Crazy '08 is the story of the 1908 pennant races. That National League race is immortal because of the famous "Merkle boner", when a game tied because Giants rookie Fred Merkle failed to touch second base on the otherwise game-winning single had to be replayed. The American League race was decided only by the teams running out of games, and by the absence of a rule requiring all games possibly affecting a pennant race be made up. It is also most notable as being the last season to date when the Chicago Cubs won the World Series. Theodore Roosevelt was president, radio was an experiment, Ford was just introducing the Model T, and the Cubs were repeat champions.

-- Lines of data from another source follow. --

"""The help, screenshot, coverage and start-screen campaign views, driven with the pilot.

The coverage view runs on the compressed demo (``support.console.fast_demo``: the demo's own
steps, switches, maps and meters on the simulated bench, real Modbus on loopback) and is
compared with ``meas.estimate`` run on the very captures the view used; the campaign summary
is the demo's, with and without the steps that load the tie (CALIBRATION_NOTES.md §4.8 [C]).
"""

from __future__ import annotations

import re
from dataclasses import replace
from pathlib import Path

import pytest
from support.console import fast_demo, make_app, start, tap, until
from support.console import show_still as _show
from support.console import still_app as _app
from textual.widgets import Static

from meas.estimate import Estimator
from meas.profile import load_profile
from tui.app import BenchwalkApp
from tui.keys import ARM_KEY, KEYS, SEND_KEY, display_keys
from tui.screens.coverage import CoverageScreen
from tui.screens.help import HelpScreen
from tui.screens.main import MainScreen
from tui.screens.remote import RemoteConfirm
from tui.screens.safety import SafetyScreen
from tui.screens.start import StartScreen

DEMO_DIR = Path(__file__).resolve().parents[2] / "profiles_demo"
TIE_STEPS = ("close-tie", "transfer-lb2", "restore-lateral")


def _plain(screen, selector: str) -> str:
    content = screen.query_one(selector, Static).content
    return getattr(content, "plain", str(content))


async def test_question_mark_opens_help_listing_every_key_the_screenshot_and_the_theme_picker():
    app = _app()
    async with app.run_test(size=(100, 30)) as pilot:
        await _show(pilot)
        await pilot.press("question_mark")
        assert isinstance(app.screen, HelpScreen)
        table = app.screen.query_one("#help-keys", Static).content
        rows = {
            (str(k), str(w))
            for k, w in zip(table.columns[0].cells, table.columns[1].cells, strict=True)
        }
        keys = {k for k, _ in rows}
        assert {display_keys(k) for k in KEYS} <= keys
        shot = next(w for k, w in rows if k == "Ctrl+S")
        assert "screenshot" in shot.lower()
        assert any(k == "Ctrl+P" and "Theme" in w for k, w in rows)
        assert any(k == "Ctrl+Q" for k, _ in rows)
        # the screenshot key is bound on the App (every screen), and ? toggles the help
        assert any(b.key == "ctrl+s" and b.action == "screenshot" for b in app.BINDINGS)
        await pilot.press("question_mark")
        assert isinstance(app.screen, MainScreen)


async def test_ctrl_s_saves_a_screenshot_of_the_screen(tmp_path):
    app = _app()
    async with app.run_test(size=(100, 30)) as pilot:
        await _show(pilot)
        app.screenshot_dir = tmp_path
        await pilot.press("ctrl+s")
        await until(pilot, lambda: list(tmp_path.glob("*.svg")), 10, "screenshot file")
        svg = next(tmp_path.glob("*.svg")).read_text()
        assert svg.startswith("<svg") and "lateral" in svg  # the step title, as drawn


async def _walk_until(pilot, app, done) -> None:
    """Walk the fast demo by keys (as a technician would) until ``done()``."""
    runner = app.bridge.runner
    for _ in range(40):
        if done():
            return
        v = runner.view()
        seen, a = app.bridge.transitions, v.action
        if a == "confirm_operation":
            await tap(pilot, "o")
        elif a == "capture":
            await tap(pilot, "c")
        elif a == "request_remote":
            await tap(pilot, "r")
            await until(pilot, lambda: isinstance(app.screen, RemoteConfirm), 5, "remote modal")
            await tap(pilot, ARM_KEY, SEND_KEY)
        elif a == "accept":
            await tap(pilot, "a")
        await until(
            pilot,
            lambda s=seen, a=a: app.bridge.transitions > s or runner.view().action != a or done(),
            15,
            f"progress after {a} at {v.step.id if v.step else '-'}",
        )
    raise AssertionError(f"walk stopped with captures of {list(app.bridge._captured)}")


def _captured(app, step: str) -> bool:
    return bool(app.bridge._captured.get(step))


@pytest.mark.slow  # walks steps on the simulated bench, or a second campaign analysis
async def test_coverage_view_shows_the_estimators_coverage_and_gains_without_stopping_polling(
    tmp_path,
):
    app = make_app(tmp_path, noise=False)
    async with app.run_test(size=(100, 30)) as pilot:
        main = await start(pilot, app)
        await _walk_until(pilot, app, lambda: _captured(app, "energize-trunk-1"))
        await tap(pilot, "k")
        await until(pilot, lambda: isinstance(app.screen, CoverageScreen), 5, "coverage view")
        view = app.screen
        frames = main.frames_shown
        await until(pilot, lambda: view.final, 90, "the coverage estimate")
        assert not view.error, view.error
        e = view.estimate
        assert e is not None and e.converged, e
        text = _plain(view, "#coverage-body")
        assert re.search(r"\d+ captured step\(s\) of this console run", text)
        # the same figures as the estimator gives on the same captures (public API)
        assert len(view.used) >= 2
        again = Estimator(app.bridge.profile, exact=False).run(view.used)
        if again.findings:  # the view then shows the exact estimate (refits without the meter)
            again = Estimator(app.bridge.profile, exact=True).run(view.used)
        rows = {line.split()[0]: line for line in text.splitlines() if re.match(r"M\d ", line)}
        assert set(rows) == {m.id for m in app.bridge.profile.meters}
        for m in rows:
            if m not in again.meters:  # no readings of it in these captures
                assert "no readings in these steps" in rows[m]
                continue
            vt = again.coverage_of(m, "vt_ratio")
            assert vt is not None
            want = f"\u00b1{vt.min_factor * 100:.1f} %" if vt.detectable else "no"
            assert rows[m].split()[1] == want.split()[0], (m, rows[m], vt)
            g = again.gain(m, "voltage")
            if g is not None and g.std < 0.9 * g.prior_std:
                assert f"{g.value:.3f}\u00b1{g.std:.3f}" in rows[m]
        assert sum(1 for c in again.coverage if c.detectable) > 0
        assert len(again.meters) >= 2
        # every undetectable error kind is listed with the estimator's reason
        for c in again.coverage:
            if not c.detectable:
                assert c.reason.partition(": ")[2] in text
        # the poll loop kept painting frames while the estimate ran and the view is open
        await until(pilot, lambda: main.frames_shown > frames + 2, 10, "frames while open")
        await tap(pilot, "escape")
        await until(pilot, lambda: isinstance(app.screen, MainScreen), 5, "back to the bench")


@pytest.mark.slow  # walks steps on the simulated bench, or a second campaign analysis
async def test_coverage_view_names_a_wrong_vt_ratio_on_its_meter(tmp_path):
    # vt-ratio:M2:1.1 is the test's own injected fault: M2's voltages read 10 % high. Once the
    # trunk is energized M1, M2 and M3 all see bus voltages the model ties together.
    app = make_app(tmp_path, faults=("vt-ratio:M2:1.1",), noise=False)
    async with app.run_test(size=(100, 30)) as pilot:
        await start(pilot, app)
        await _walk_until(pilot, app, lambda: _captured(app, "energize-trunk-1"))
        await tap(pilot, "k")
        await until(pilot, lambda: isinstance(app.screen, CoverageScreen), 5, "coverage view")
        view = app.screen
        await until(pilot, lambda: view.runs >= 1, 60, "the first coverage estimate")
        # the linearized estimate names the fault first; the exact one follows on its own
        assert view.estimate.findings
        await until(pilot, lambda: view.final, 90, "the exact coverage estimate")
        assert view.runs == 2
        text = _plain(view, "#coverage-body")
        vt = view.estimate.coverage_of("M2", "vt_ratio")
        assert vt is not None and vt.detectable
        g = view.estimate.gain("M2", "voltage")
        assert g is not None and g.value > 1.03
        row = next(x for x in text.splitlines() if x.startswith("M2 "))
        assert f"{g.value:.3f}\u00b1{g.std:.3f} !" in row
        named = [f for f in view.estimate.findings if f.meters == ("M2",)]
        assert named and "VT ratio" in named[0].sentence
        assert named[0].sentence in text
        # one fault, one meter: no other meter's gain is shown beyond its class
        others = [x for x in text.splitlines() if re.match(r"M[13-8] ", x)]
        assert others and not any("!" in x for x in others), others


def _without_tie(tmp: Path) -> Path:
    """The demo profile with its sequence less the steps that load the tie."""
    seq = (DEMO_DIR / "feeder_bench.sequence.toml").read_text()
    head, *blocks = seq.split("[[step]]")
    keep = [b for b in blocks if not any(f'id = "{s}"' in b for s in TIE_STEPS)]
    (tmp / "feeder_bench.sequence.toml").write_text(head + "".join("[[step]]" + b for b in keep))
    out = tmp / "feeder_bench.toml"
    out.write_text((DEMO_DIR / "feeder_bench.toml").read_text())
    assert {s.id for s in load_profile(out).steps}.isdisjoint(TIE_STEPS)
    return out


def _plain_if_mounted(screen) -> str:
    """The campaign box's text, or "" while the screen is still mounting its children."""
    from textual.css.query import NoMatches

    try:
        return _plain(screen, "#campaign")
    except NoMatches:
        return ""


async def _campaign_text(tmp: Path, profile: Path) -> tuple[str, bool]:
    app = BenchwalkApp(lambda op, r: None, bench_name="demo", profile_path=profile)
    async with app.run_test(size=(100, 30)) as pilot:
        await until(pilot, lambda: isinstance(app.screen, SafetyScreen), 15, "safety screen")
        await tap(pilot, "Y")  # Caps Lock on: the capital acknowledges too
        await until(pilot, lambda: isinstance(app.screen, StartScreen), 15, "start screen")
        screen = app.screen
        await until(
            pilot,
            lambda: screen.plan is not None or "working out" in _plain_if_mounted(screen),
            15,
            "the campaign box",
        )
        at_once = screen.plan is None  # the screen is up and usable while the analysis runs
        await until(
            pilot,
            lambda: app.focused is not None and app.focused.id == "operator",
            15,
            "the name field focused",
        )
        await until(pilot, lambda: screen.plan is not None or screen.plan_error, 90, "campaign")
        assert not screen.plan_error, screen.plan_error
        return _plain(screen, "#campaign"), at_once


async def test_start_screen_shows_the_tie_prior_only_and_proposes_a_step_that_loads_it(tmp_path):
    text, at_once = await _campaign_text(tmp_path, _without_tie(tmp_path))
    assert at_once  # the screen opened before the analysis finished
    prior = next(x for x in text.splitlines() if x.startswith("? prior only:"))
    assert "L4.r_ohm" in prior and "L4.x_ohm" in prior
    assert re.search(r"to measure L4\.\w+, add a step after step [\w-]+: .*close TIE", text), text


@pytest.mark.slow  # walks steps on the simulated bench, or a second campaign analysis
async def test_start_screen_of_the_demo_as_written_measures_the_tie(tmp_path):
    text, _ = await _campaign_text(tmp_path, fast_demo(tmp_path))
    assert "L4.r_ohm" not in text
    assert re.search(r"prior only: .*L1\.b_us", text)  # LV line charging never is (§0.3 [C])
    assert "most informative added step: after step" in text


async def test_a_runner_complaint_leaves_the_notice_line_once_it_no_longer_holds():
    app = _app()
    async with app.run_test(size=(100, 30)) as pilot:
        await _show(pilot)
        main = app.screen
        still = app.bridge.still
        said = "status of SW3 not read: captures held until it is"
        main.show_frame(replace(still, step=replace(still.step, message=said)))
        assert said in _plain(main, "#notice")
        main.show_frame(replace(still, step=replace(still.step, message="")))
        assert _plain(main, "#notice") == ""
        # a notice of the console's own (not the runner's complaint) stays
        main.notice("values in per-unit")
        main.show_frame(replace(still, step=replace(still.step, message="")))
        assert _plain(main, "#notice") == "values in per-unit"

Murphy's long, engrossing story is mostly well-written and, as far as I can tell, quite accurate. It is a welcome addition to the baseball bookshelf. The only quibbles I have are a tendency by the author (a business writer and daughter of the longtime author of Prince Valiant) to excessively colloquial writing, and a similar tendency to use archaisms like "hard by" for "next to" in the text. I suspect this is just a tic picked up from her poring over all the purple prose that passed for sports-writing in the first decade of the 20th century.

The Cold War in Literature

The Anti-Communist Manifestos
John V. Fleming (2009)

I read a short notice for this book in the Sewanee Review two weeks ago. The notice explained that the book is about four key milestones in publishing in the period around the second world war when the true nature of Stalin's Russia was revealed to the world by four ex-Communists: Arthur Koestler's Darkness at Noon, Richard Krebs' Out of the Night, Whittaker Chambers' Witness, and Victor Kravchenko's I Chose Freedom. Before these books, American and European "progressives" actually believed that the Soviet Union was the hope for the future, a humane workers' paradise. The authors were all blasted by liberals the left as liars.

Now, I have known the book I Chose Freedom since childhood. Today it is obscure, almost forgotten, but in 1946 it was a sensation. A copy sat on my grandmothers' bookshelf, a purple-clad reprint my grandfather had purchased (and inscribed) all those years ago, one of those books I told myself I would read when I "grew up", along with the Finnish novel The Egyptian right next to it. When I was 14, I pulled the book down and read it. Kravchenko's autobiography tells of the Ukrainian famines of the 1920s, the purges of the 1930s, the alliance with Hitler in 1939, and the war, in deepest detail. I still have the book, and I re-read it every five years or so. So the notice in the Review attracted my attention, and I got the book.

And, no, it's not a right-wing screed. Fleming is professor-emeritus of English from Princeton, and the book is about the impact of the exposure of the truth -- even through novels like Darkness at Noon. Recommended, although a bit sloggy to read because the author is very, very professorial.

And by the way, if you are inclined to believe that there were no real Communists in Hollywood in the 1940s and 1950s, ask yourself one question: Why were none of these books made into movies when all of them are ripping good stories? The answer is certain writers and directors who were later blacklisted were instrumental in suppressing them because these poor souls believed that Russia was not a police state.